В последние несколько лет «свободная» русская литература получила в дополнение ко всему удар в спину. Запад попался на удочку горбачевской «перестройки» и «культурного ренессанса» в России и предал забвению все то, что сделали представители «свободной» русской литературы, чтобы раскрыть глаза западным людям на сущность советского социального строя и всего советского образа жизни. Теперь на Западе мнение советских партийных чиновников и их литературных лакеев ценят выше, чем то, что представители «свободной» русской литературы выработали ценой целой жизни. О сущности нынешнего «культурного ренессанса» и горбачевизма вообще я писал в книге «Горбачевизм» и отсы­лаю к ней заинтересованного читателя. Здесь же замечу, что горбачевский «культурный ренессанс» есть лишь обыкновенное воровство из запрещенной в Советском Союзе «сво­бодной» литературы и жалкое подражание ей.

«Свободная» русская литература оказалась в положении, в котором она не способна даже отстоять свой приоритет и свое новаторство. И нам, подлинным наследникам Чехова, остается лишь одно: мечтать о таких «кошмарных» условиях, в которых жил и творил Антон Павлович Чехов. Мюнхен, декабрь 1987 г. 



[1] Первая на русском языке и единственная публикация в России эссе А.А.Зиновьева «Мой Чехов» состоялась в 1992 году в журнале «Звезда» (1992, № 8).

[2] Первая публикация в России романа А.А.Зиновьева «Живи» состоялась в 1991 году в журнале «Звезда» (1991, № 10).

 

 

 

 

Красухин К. Чины и награды персонажей в русской литературе // Литература. 2004, № 11. с.9-14. 

«Главным путеводителем в столь непростой и мало раскрытой у других авторов теме чиновничества в творчестве Чехова послужила для меня статья А. Зиновьева «Мой Чехов» Русский писатель – эмигрант и социолог, живущий ныне в Мюнхене, известный у нас как автор книги «Зияющие высоты», пишет в данной статье именно о «своем» Чехове, не претендуя на вклад в чеховедение.
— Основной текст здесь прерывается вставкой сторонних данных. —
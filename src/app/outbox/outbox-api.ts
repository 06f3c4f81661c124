import { HttpClient } from '@angular/common/http';
import { Injectable, inject } from '@angular/core';
import { Observable, map } from 'rxjs';
// zod/mini: the classic build pulls ~450 kB (all locales) into the first chunk.
import * as z from 'zod/mini';

/** A list entry: no body, so each link is read by one recorded GET of its message. */
export const outboxSummarySchema = z.object({
  id: z.string(),
  to: z.string(),
  subject: z.string(),
  receivedAt: z.string(),
});
export type OutboxSummaryData = z.infer<typeof outboxSummarySchema>;

export const outboxMessageSchema = z.extend(outboxSummarySchema, {
  text: z.string(),
  html: z.optional(z.nullable(z.string())),
});
export type OutboxMessageData = z.infer<typeof outboxMessageSchema>;

/** HTTP for the mail the local SMTP stand-in received (site operator only; 404 with a real mail host). */
@Injectable({ providedIn: 'root' })
export class OutboxApi {
  private readonly http = inject(HttpClient);

  list(): Observable<OutboxSummaryData[]> {
    return this.http.get('/api/outbox').pipe(map((body) => z.array(outboxSummarySchema).parse(body)));
  }

  message(id: string): Observable<OutboxMessageData> {
    return this.http.get(`/api/outbox/${encodeURIComponent(id)}`).pipe(map((body) => outboxMessageSchema.parse(body)));
  }
}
Чехов для него был с раннего детства неотъемлемым элементом духовной жизни, оставаясь до зрелых лет постоянным спутником автора (чувство совместно прожитой жизни) и своеобразным маяком в собственном научном и литературном творчестве. В этой книге Зиновьев рассказывает о том, что ему довелось перечувствовать и передумать в связи с Чеховым и с его участием. Автор делает попытку социологического анализа творчества Чехова, исследуя чиновничьи отношения (в послереволюционной России) как базисные для общества, что и являлось объектом литературного творчества Чехова. По Зиновьеву, чиновник – одна из центральных фигур в сочинениях Чехова, а представителей других социальных категорий он видит в их чиновничьеподобных функциях и отношениях. А. Зиновьев считает себя продолжателем салтыковского – чеховского направления в русской литературе, которое определяет как социологический реализм и довел в своем творчестве до логического конца, придав ему вид сознательной литературно – логической концепции в своих книгах. Единственно и только у А. Зиновьева я обнаружил системный и глубоко научный подход к исследованию темы чиновничества в творчестве Чехова и в своих рассуждениях и умозаключениях многое взяла из его авторской концепции. Мне кажется, что эта статья заслуживает серьезной методической разработки для более глубокого понимания творчества Чехова старшими школьниками в ключе социологического реализма».